> [Information provided]:
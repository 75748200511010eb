package build_test

import (
	"fmt"
	"strings"
	"testing"

	"github.com/google/go-cmp/cmp"

	"batchwright/bom/part"
	"batchwright/tolerance/build"
)

// fittedAs says in short what is at a position.
func fittedAs(b *build.Build, position string) string {
	p := b.Place(position)
	return fmt.Sprintf("%s %s %s %g mixed %t %g ppm/K", p.Part.Ref, p.Part.Family, p.Part.ValueText(), p.Part.Grade(), p.Part.LotsMixed,
		p.Part.Parameters[0].Temperature.Value*1e6)
}

// TestRefit fits lines anew: what is said changes, what is not stays, what the
// file writes on the part holds for the new one, and followers follow. 125 ppm/K
// is the slope of the embedded polystyrene, 0 that of c0g, and polystyrene's
// grades are 1, 2.5 and 5 %.
func TestRefit(t *testing.T) {
	const c1 = "upper: {ref: C1, value: 220 pF, family: c0g, tolerance: 5 %"
	for _, c := range []struct {
		name, more string // what else the file writes on C1
		at         string
		r          build.Refitting
		want       string // of C1 or L1
		follower   string // what follows it
	}{
		{"a family", "", "fixed.upper", build.Refitting{Family: "polystyrene"},
			"C1 polystyrene 220 pF 0.05 mixed false -125 ppm/K", "C2 polystyrene 220 pF 0.05 mixed false -125 ppm/K"},
		{"named by a follower", "", "fixed.lower", build.Refitting{Family: "polystyrene", Tolerance: 0.025},
			"C1 polystyrene 220 pF 0.025 mixed false -125 ppm/K", "C2 polystyrene 220 pF 0.025 mixed false -125 ppm/K"},
		{"a value", "", "fixed.upper", build.Refitting{Worth: build.Worth{Low: 180e-12, High: 180e-12, Text: "180 pF"}},
			"C1 c0g 180 pF 0.05 mixed false 0 ppm/K", "C2 c0g 180 pF 0.05 mixed false 0 ppm/K"},
		{"lots", "", "fixed.upper", build.Refitting{Lots: build.MixedLots},
			"C1 c0g 220 pF 0.05 mixed true 0 ppm/K", "C2 c0g 220 pF 0.05 mixed true 0 ppm/K"},
		{"lots stay", ", lots: mixed", "fixed.upper", build.Refitting{Family: "polystyrene"},
			"C1 polystyrene 220 pF 0.05 mixed true -125 ppm/K", "C2 polystyrene 220 pF 0.05 mixed true -125 ppm/K"},
		{"lots no longer mixed", ", lots: mixed", "fixed.upper", build.Refitting{Lots: build.OneLot},
			"C1 c0g 220 pF 0.05 mixed false 0 ppm/K", "C2 c0g 220 pF 0.05 mixed false 0 ppm/K"},
		{"a coefficient written on the part", ", temperature_coefficient: 30 ppm/K", "fixed.upper", build.Refitting{Family: "polystyrene"},
			"C1 polystyrene 220 pF 0.05 mixed false 30 ppm/K", "C2 polystyrene 220 pF 0.05 mixed false 30 ppm/K"},
		{"nothing", "", "fixed.upper", build.Refitting{},
			"C1 c0g 220 pF 0.05 mixed false 0 ppm/K", "C2 c0g 220 pF 0.05 mixed false 0 ppm/K"},
	} {
		t.Run(c.name, func(t *testing.T) {
			b, err := read(strings.Replace(good, c1, c1+c.more, 1))
			if err != nil {
				t.Fatal(err)
			}
			before := fittedAs(b, "fixed.upper") + fittedAs(b, "fixed.lower")
			got, err := b.Refit([]string{c.at, c.at}, c.r)
			if err != nil {
				t.Fatal(err)
			}
			if diff := cmp.Diff([]string{c.want, c.follower}, []string{fittedAs(got, "fixed.upper"), fittedAs(got, "fixed.lower")}); diff != "" {
				t.Error(diff)
			}
			if after := fittedAs(b, "fixed.upper") + fittedAs(b, "fixed.lower"); after != before {
				t.Errorf("the original was changed: %s", after)
			}
			if other := fittedAs(got, "moving.tank"); other != fittedAs(b, "moving.tank") {
				t.Errorf("another line was changed: %s", other)
			}
		})
	}
}

// A tolerance that is written over the grades stays where only the value
// changes.
func TestRefitKeepsWrittenTolerance(t *testing.T) {
	b, err := read(strings.Replace(good, "upper: {ref: C1, value: 220 pF, family: c0g, tolerance: 5 %", "upper: {ref: C1, value: 220 pF, family: c0g, tolerance: 3 %", 1))
	if err != nil {
		t.Fatal(err)
	}
	for _, c := range []struct {
		r    build.Refitting
		want float64
	}{
		{build.Refitting{Worth: build.Worth{Low: 180e-12, High: 180e-12}}, 0.03},
		{build.Refitting{Tolerance: 0.01}, 0.01},
		{build.Refitting{Family: "polystyrene"}, 0.05}, // the next wider that is sold
	} {
		got, err := b.Refit([]string{"fixed.upper"}, c.r)
		if err != nil || got.Place("fixed.upper").Part.Grade() != c.want {
			t.Errorf("%+v: %+v, %v; want %g", c.r, got.Place("fixed.upper").Part, err, c.want)
		}
	}
}

// Figures written under `parameters` hold for another family too.
func TestRefitKeepsParameters(t *testing.T) {
	b, err := read(strings.Replace(good, "parts: {r: {ref: R1, value: 10 kΩ}}",
		"parts: {r: {ref: R1, value: 10 kΩ}, d: {ref: D1, family: signal-diode, parameters: {drop: 0.4 V}}}", 1))
	if err != nil {
		t.Fatal(err)
	}
	got, err := b.Refit([]string{"ratio.d"}, build.Refitting{Family: "schottky-diode"})
	if err != nil {
		t.Fatal(err)
	}
	p := got.Place("ratio.d").Part
	if p.Family != "schottky-diode" || p.Parameter("drop").Value != 0.4 {
		t.Errorf("%+v", p)
	}
}

// Refitting an open line closes it and no other.
func TestRefitOpening(t *testing.T) {
	b, err := read(strings.Replace(open("value: 220 pF, choose: {families: [c0g, polystyrene]}"),
		"tuner: {ref: CT1, value: 4..34 pF, family: film-trimmer}", "tuner: {ref: CT1, value: 4..34 pF, choose: {families: [film-trimmer, air-trimmer]}}", 1))
	if err != nil {
		t.Fatal(err)
	}
	got, err := b.Refit([]string{"fixed.upper"}, build.Refitting{Family: "polystyrene", Tolerance: 0.01})
	if err != nil {
		t.Fatal(err)
	}
	if len(b.Openings) != 2 || len(got.Openings) != 1 || got.Openings[0].Positions[0] != "fixed.tuner" {
		t.Errorf("open: %v, was %v", got.Openings, b.Openings)
	}
	wide := build.Worth{Low: 5e-12, High: 60e-12, Text: "5..60 pF"}
	got, err = got.Refit([]string{"fixed.tuner"}, build.Refitting{Worth: wide})
	if err != nil || len(got.Openings) != 0 || got.Place("fixed.tuner").Part.ValueText() != "5..60 pF" || got.Place("fixed.tuner").Quantity != "5..60 pF" {
		t.Errorf("%+v, %v", got, err)
	}
}

// What cannot be fitted is said.
func TestRefitRefuses(t *testing.T) {
	b, err := read(strings.Replace(good, "coil: {ref: L2, same_as: fixed.coil}",
		"coil: {ref: L2, winding: {turns: 300, diameter: 30 mm, length: 60 mm}}", 1))
	if err != nil {
		t.Fatal(err)
	}
	for _, c := range []struct {
		at   string
		r    build.Refitting
		want string
	}{
		{"fixed.uper", build.Refitting{Family: "c0g"}, "nothing is fitted"},
		{"fixed.upper", build.Refitting{Family: "drum-choke"}, "no family that sells a capacitor"},
		{"ratio.r", build.Refitting{Tolerance: 0.01}, "no family that sells a resistor"},
		{"fixed.upper", build.Refitting{Family: "polyester"}, "sold from 1 nF"},
		{"fixed.upper", build.Refitting{Tolerance: 0.07}, "not sold in 7 %"},
		{"moving.coil", build.Refitting{Lots: build.MixedLots}, "wound, not bought"},
	} {
		if got, err := b.Refit([]string{c.at}, c.r); err == nil || !strings.Contains(err.Error(), c.want) {
			t.Errorf("%s %+v: %v, %v; want %q", c.at, c.r, got != nil, err, c.want)
		}
	}
	if got := b.Line("fixed.lower"); cmp.Diff([]string{"fixed.upper", "fixed.lower"}, got) != "" || b.Line("moving.pad") != nil {
		t.Errorf("line of fixed.lower: %q", got)
	}
}

func TestClosestGrade(t *testing.T) {
	film := &part.Family{Grades: []part.Grade{{Tolerance: 0.025}, {Tolerance: 0.05}, {Tolerance: 0.1}}}
	for tolerance, want := range map[float64]float64{0.01: 0.025, 0.025: 0.025, 0.05 * (1 + 1e-12): 0.05, 0.06: 0.1, 0.2: 0.1, 0: 0.025} {
		if got := build.ClosestGrade(film, tolerance); got != want {
			t.Errorf("for %g: %g, want %g", tolerance, got, want)
		}
	}
	if got := build.ClosestGrade(&part.Family{}, 0.05); got != 0 {
		t.Errorf("of a family without grades: %g", got)
	}
}

// TestDrifting asks which outputs' drift matters.
func TestDrifting(t *testing.T) {
	const (
		trims   = "trims:\n  - {turn: fixed.tuner, output: mixer.offset, to: 0 Hz, within: 2 Hz}\n"
		targets = "targets:\n  - {name: drift, output: mixer.offset, change_from: bench, at: [warm], limit: 40 Hz, share: 99 %}\n  - {name: reach, trim: fixed.tuner, share: 99.5 %}\n"
	)
	for name, c := range map[string]struct{ old, now, want string }{
		"a change's":      {"output: mixer.offset, change_from", "output: fixed.frequency, change_from", "[fixed.frequency]"},
		"the last trim's": {targets, "targets:\n  - {name: at the bench, output: fixed.frequency, between: [1 Hz, 1 MHz]}\n", "[mixer.offset]"},
		"neither":         {trims + targets, "", "[]"},
	} {
		b, err := read(strings.Replace(good, c.old, c.now, 1))
		if err != nil {
			t.Fatal(err)
		}
		if got := fmt.Sprint(b.Drifting()); got != c.want {
			t.Errorf("%s: %s, want %s", name, got, c.want)
		}
	}
}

> [What you have to do]: Tally the lines in the data that contain the string "frequency". Report only the total.

> [Answer area]: 2